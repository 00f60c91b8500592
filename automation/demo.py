"""Synthetic building-automation trends for the invented demo, with four seeded faults.

Every value is invented (deterministic: numpy's generator seeded by site, unit and day names, never row ids) but
physically sensible, and goes through the real paths: points are mapped by ``automation.services.point_create``,
samples stored by ``automation.trends.trend_samples_store``, and the days judged by
``automation.judging.trends_judge``, so run-hours, filter days, faults, their corrective work and freeze readiness
come from the same code as a real site's.

The units (15-minute samples, the site's zone):

- outdoor air from the site's climate normals (``engineering.freeze.daily_values_from_normals``): a daily swing
  between the day's minimum near 05:00 and its maximum near 15:00, each day shifted by up to ±3 K;
- the supply fan runs on weekdays 06:00–19:00 (a corridor unit that runs at reduced speed outside the
  building's hours runs all day); off, its status, speed, damper and valves are 0;
- a simple economiser controller in Guideline 36's operating states: heating with the outdoor-air damper at
  its minimum; free cooling, the damper modulating so the mixed air plus fan heat meets the set point; cooling
  with 100 % outdoor air; cooling at minimum outdoor air when the outdoor air is warmer than the return air.
  Mixed air is return air plus the outdoor-air fraction of the difference; the supply air holds its set point
  (plus 0.8 K fan heat where nothing acts on it);
- each filter bank's pressure drop rises with the days since its last change recorded in the demo history
  (``inspections.selectors.filter_series``) and falls at each change; the measured value is at the fan's speed
  (the filter law, Δp ∝ Q^1.5).
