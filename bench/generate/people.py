"""An organisation's people (a supervisor, a property manager, technicians) and their API tokens."""

from __future__ import annotations

import random

from .common import bulk
from .names import FIRST, LAST


def people_create(*, org, slug: str, n_techs: int, rng: random.Random, password: str) -> dict[str, object]:
    from accounts.models import Membership, Role, User

    specs = [(f"{slug}-supervisor", Role.SUPERVISOR), (f"{slug}-manager", Role.PROPERTY_MANAGER)]
    specs += [(f"{slug}-tech{i:02d}", Role.TECHNICIAN) for i in range(1, n_techs + 1)]
    users = []
    for username, _role in specs:
        users.append(
            User(
                username=username,
                first_name=rng.choice(FIRST),
                last_name=rng.choice(LAST),
                email=f"{username}@example.invalid",
                password=password,
                skills=["mechanical", "electrical", "controls"],
                unit_system="si",
            )
        )
    users = bulk(User, users)
    bulk(Membership, [Membership(user=u, organisation=org, role=r) for u, (_, r) in zip(users, specs, strict=True)])
    return {u.username: u for u in users}


def tokens_create(users, rng: random.Random) -> dict[str, str]:
    from rest_framework.authtoken.models import Token

    rows = [Token(key=f"{rng.getrandbits(160):040x}", user=u) for u in users]
    bulk(Token, rows)
    return {t.user.username: t.key for t in rows}
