def _part(ahu: AHU, which: str | None):
    if which is None:
        return None
    kind, spec, value = {
        "outdoor_damper": ("damper", "role", "outdoor"),
        "cooling_coil": ("coil", "duty", "cooling"),
        "heating_coil": ("coil", "duty", "heating"),
    }[which]
    for c in ahu.components.filter(kind=kind, retired_on__isnull=True).order_by("position", "pk"):
        if str((c.specs or {}).get(spec, "")) == value:
            return c
    return None


def fault_keep(*, ahu: AHU, day: dt.date, seen: Seen, open_faults: list[Fault], by) -> tuple[Fault, bool]:
    """Open the unit's fault of this rule, or add the day to the open one (replacing that day's windows);
    ``open_faults``: the unit's open faults, read locked."""
    condition, which, severity = FAULT_WORK.get(seen.code, ("", None, "medium"))
    first = min(dt.datetime.fromisoformat(w["start"]) for w in seen.windows)
    last = max(dt.datetime.fromisoformat(w["end"]) for w in seen.windows)
    fault = next((f for f in open_faults if f.code == seen.code), None)
    new = fault is None
    if new:
        fault = Fault(
            ahu=ahu,
            component=_part(ahu, which),
            code=seen.code,
            severity=severity,
            condition_code=condition,
            first_seen_at=first,
            last_seen_at=last,
        )
    iso = day.isoformat()
    kept = [w for w in fault.windows if w.get("day") != iso]
    before = sum(w["duration_s"] for w in fault.windows if w.get("day") == iso)
    fault.windows = (kept + seen.windows)[-WINDOWS_KEPT:]
    fault.fault_s = max(fault.fault_s - before, 0.0) + seen.fault_s
    fault.days_seen = sorted(set(fault.days_seen) | {iso})
    fault.first_seen_at = min(fault.first_seen_at, first)
    fault.last_seen_at = max(fault.last_seen_at, last)
    fault.title, fault.section, fault.formula = seen.title, seen.section, seen.formula[:300]
    fault.share, fault.consequence, fault.reason = seen.share, seen.consequence, seen.reason
    fault.save()
    if new:
        _audit(by, fault, "fault_open", {"code": fault.code, "day": iso})
    fault_finding_keep(fault=fault, by=by)
    _propose(fault=fault, day=day, by=by)
    return fault, new


def _is_open_work(wo) -> bool:
    from scheduling.models import WorkOrder

    return (
        wo is not None
        and wo.state in WorkOrder.OPEN_STATES
        and wo.approval != WorkOrder.Approval.REJECTED
        and wo.kind == WorkOrder.Kind.CORRECTIVE
    )
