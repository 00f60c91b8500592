"""An organisation's history: daily outdoor temperatures, monthly run-hour readings, and a quarterly
filter-check visit per unit, completed and verified, with its inspection (occurrence keys ``hist-…``)."""

from __future__ import annotations

import datetime as dt
import uuid
from dataclasses import dataclass

from .common import GenerationRun, aware, bulk


@dataclass
class Fleet:
    """One organisation's rows its history is written for."""

    org: object
    ahus: list
    techs: list
    supervisor: object
    filters_by_ahu: dict[int, list]


def temperatures_create(*, sites: list, run: GenerationRun) -> None:
    """Outdoor temperatures, daily for the history period, from the normals plus weather noise."""
    from scheduling.models import OutdoorTemperature

    rng, today = run.rng, run.today
    temps = []
    start = today - dt.timedelta(days=run.years * 365)
    for site in sites:
        day = start
        while day <= today:
            m = day.month - 1
            noise = rng.gauss(0, 2.5)
            lo = round(site.normals_min_c[m] + noise, 1)
            hi = round(max(lo + 1, site.normals_max_c[m] + noise + rng.gauss(0, 1)), 1)
            temps.append(
                OutdoorTemperature(
                    site=site,
                    date=day,
                    min_c=lo,
                    max_c=hi,
                    mean_c=round((lo + hi) / 2, 1),
                    source=OutdoorTemperature.Source.CSV,
                )
            )
            day += dt.timedelta(days=1)
    bulk(OutdoorTemperature, temps)
    run.counted("outdoor_temperatures", len(temps))


def meters_create(*, ahus: list, run: GenerationRun) -> dict[tuple[int, int], float]:
    """Run-hour meter readings, monthly, from building automation. Returns the hours by (unit id, months ago)."""
    from scheduling.models import MeterReading

    rng = run.rng
    meters, hours_at = [], {}
    months = run.years * 12
    for ahu in ahus:
        # Run-hours a month (30 days = 720 h of clock time): never more than the clock allows.
        rate = rng.choice([250.0, 400.0, 600.0, 650.0])
        hours = rng.uniform(5_000, 60_000)
        for k in range(months, -1, -1):
            taken = aware(run.today - dt.timedelta(days=30 * k), 6)
            hours += rate * rng.uniform(0.9, 1.05)
            meters.append(
                MeterReading(ahu=ahu, hours=round(hours, 1), taken_at=taken, source=MeterReading.Source.BAS_CSV)
            )
            hours_at[(ahu.pk, k)] = round(hours, 1)
    bulk(MeterReading, meters)
    run.counted("meter_readings", len(meters))
    return hours_at


def visits_create(*, fleet: Fleet, filter_task, run: GenerationRun) -> tuple[list, list]:
    """The quarterly filter-check work orders, verified, with a task per filter bank.
    Returns (work orders, (unit, technician, quarters ago, due, done) of each)."""
    from scheduling.models import WorkOrder, WorkOrderTask

    rng, today = run.rng, run.today
    visits = run.years * 4
    wos, plan = [], []
    for a_index, ahu in enumerate(fleet.ahus):
        tech = fleet.techs[a_index % len(fleet.techs)]
        for q in range(visits, 0, -1):
            due = today - dt.timedelta(days=91 * q)
            done = aware(due + dt.timedelta(days=rng.randint(-3, 5)), 10, rng.randint(0, 59))
            wos.append(
                WorkOrder(
                    public_id=uuid.UUID(int=rng.getrandbits(128), version=4),
                    organisation=fleet.org,
                    ahu=ahu,
                    kind=WorkOrder.Kind.PREVENTIVE,
                    state=WorkOrder.State.VERIFIED,
                    title="Filter pressure-drop check",
                    assignee=tech,
                    due_date=due,
                    overdue_on=due + dt.timedelta(days=8),  # first day after a 7-day grace
                    scheduled_for=due,
                    started_at=done - dt.timedelta(minutes=40),
                    completed_at=done,
                    verified_at=done + dt.timedelta(days=1),
                    version=5,
                )
            )
            plan.append((ahu, tech, q, due, done))
    wos = bulk(WorkOrder, wos)
    tasks = []
    for wo, (ahu, _tech, _q, due, done) in zip(wos, plan, strict=True):
        for comp in fleet.filters_by_ahu.get(ahu.pk, []):
            tasks.append(
                WorkOrderTask(
                    work_order=wo,
                    task=filter_task,
                    task_code="filter_check",
                    ahu=ahu,
                    component=comp,
                    component_key=comp.pk,
                    due_date=due,
                    occurrence_key=f"hist-{due.isoformat()}",
                    completed_at=done,
                )
            )
    bulk(WorkOrderTask, tasks)
    run.counted("work_orders_history", len(wos))
    return wos, plan


def inspections_create(*, fleet: Fleet, wos: list, plan: list, run: GenerationRun) -> list:
    """Each visit's inspection, signed and verified; one in five of the latest visits (the first of them
    always) is left flagged for a supervisor."""
    from inspections.models import Inspection

    rng = run.rng
    inspections = []
    latest_visits = 0
    for wo, (ahu, tech, q, _due, done) in zip(wos, plan, strict=True):
        flagged = q == 1 and latest_visits % 5 == 0
        latest_visits += q == 1
        flags = [{"code": "improbable_value", "reason": "a reading outside the plausible range"}] if flagged else []
        inspections.append(
            Inspection(
                client_uuid=uuid.UUID(int=rng.getrandbits(128), version=4),
                organisation=fleet.org,
                work_order=wo,
                ahu=ahu,
                technician=tech,
                state=Inspection.State.SUBMITTED if flagged else Inspection.State.VERIFIED,
                flags=flags,
                flag_reason=flags[0]["reason"] if flags else "",
                template_versions={"visit": 1, "filter_check": 1},
                unit_system="si",
                work_order_version_seen=4,
                started_at=done - dt.timedelta(minutes=40),
                finished_at=done,
                received_at=done + dt.timedelta(minutes=5),
                complete=True,
                work_order_completed=True,
                signature_name=str(tech),
                signature_image="signatures/bench.png",
                signed_at=done,
                verified_at=None if flagged else done + dt.timedelta(days=1),
                verified_by=None if flagged else fleet.supervisor,
            )
        )
    inspections = bulk(Inspection, inspections)
    run.counted("inspections", len(inspections))
    return inspections
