def test_a_finding_offers_a_prefilled_work_order_that_needs_no_approval(desk, world):
    wo = WorkOrder.objects.filter(ahu=world.mill_unit).first()
    insp = builders.inspection(wo, world.tess, finished="2025-03-04")
    part = ComponentFactory(ahu=world.mill_unit, name="Final filters")
    ev = builders.evaluation(
        insp, "filter_check", "dp", component=part, verdict="fail", reason="pressure drop 300 Pa, final 250 Pa"
    )
    finding = builders.finding(insp, ev, severity="high", title="Final filters loaded", opened="2025-03-04")
    assert f'href="/new-work/?finding={finding.pk}"' in desk.get("/findings/").content.decode()
    html = desk.get(NEW, {"finding": finding.pk}).content.decode()
    assert "Work order for a finding" in html and 'value="Final filters loaded"' in html
    assert "on Final filters" in html and '<option value="high" selected>' in html
    body = callout(world, finding=str(finding.pk), kind=None, title="Final filters loaded", assignee="")
    response = desk.post(NEW, body)
    assert response.status_code == 302, response.content.decode()[:3000]
    made = WorkOrder.objects.get(source_ref__startswith=f"finding {finding.pk}")
    assert (made.kind, made.approval, made.component) == ("corrective", "approved", part)
    assert made.state_words == "planned"
    # It is the finding's corrective work now: the page says its state, and no second one is offered or taken.
    assert Finding.objects.get(pk=finding.pk).corrective_work_order == made
    findings_page = desk.get("/findings/").content.decode()
    assert "Corrective work: approved · planned" in findings_page and "?finding=" not in findings_page
    html = desk.post(NEW, body).content.decode()
    assert "already has open corrective work, “Final filters loaded” (planned)" in html
    assert WorkOrder.objects.filter(kind="corrective").count() == 1
    # Done: completing it closes the finding as corrected.
    work_order_assign(work_order=made, assignee=world.omar, by=world.supervisor)
    done = work_order_complete(work_order=made, by=world.omar)
    findings_close_corrected(work_order=done, by=world.supervisor)
    assert Finding.objects.get(pk=finding.pk).state == "closed"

- **ACTIVITY**
If a line above holds the string "minutes", copy it out.

- **ANSWER TO THIS TASK**
                    started_at=done - dt.timedelta(minutes=40),
                started_at=done - dt.timedelta(minutes=40),
                received_at=done + dt.timedelta(minutes=5),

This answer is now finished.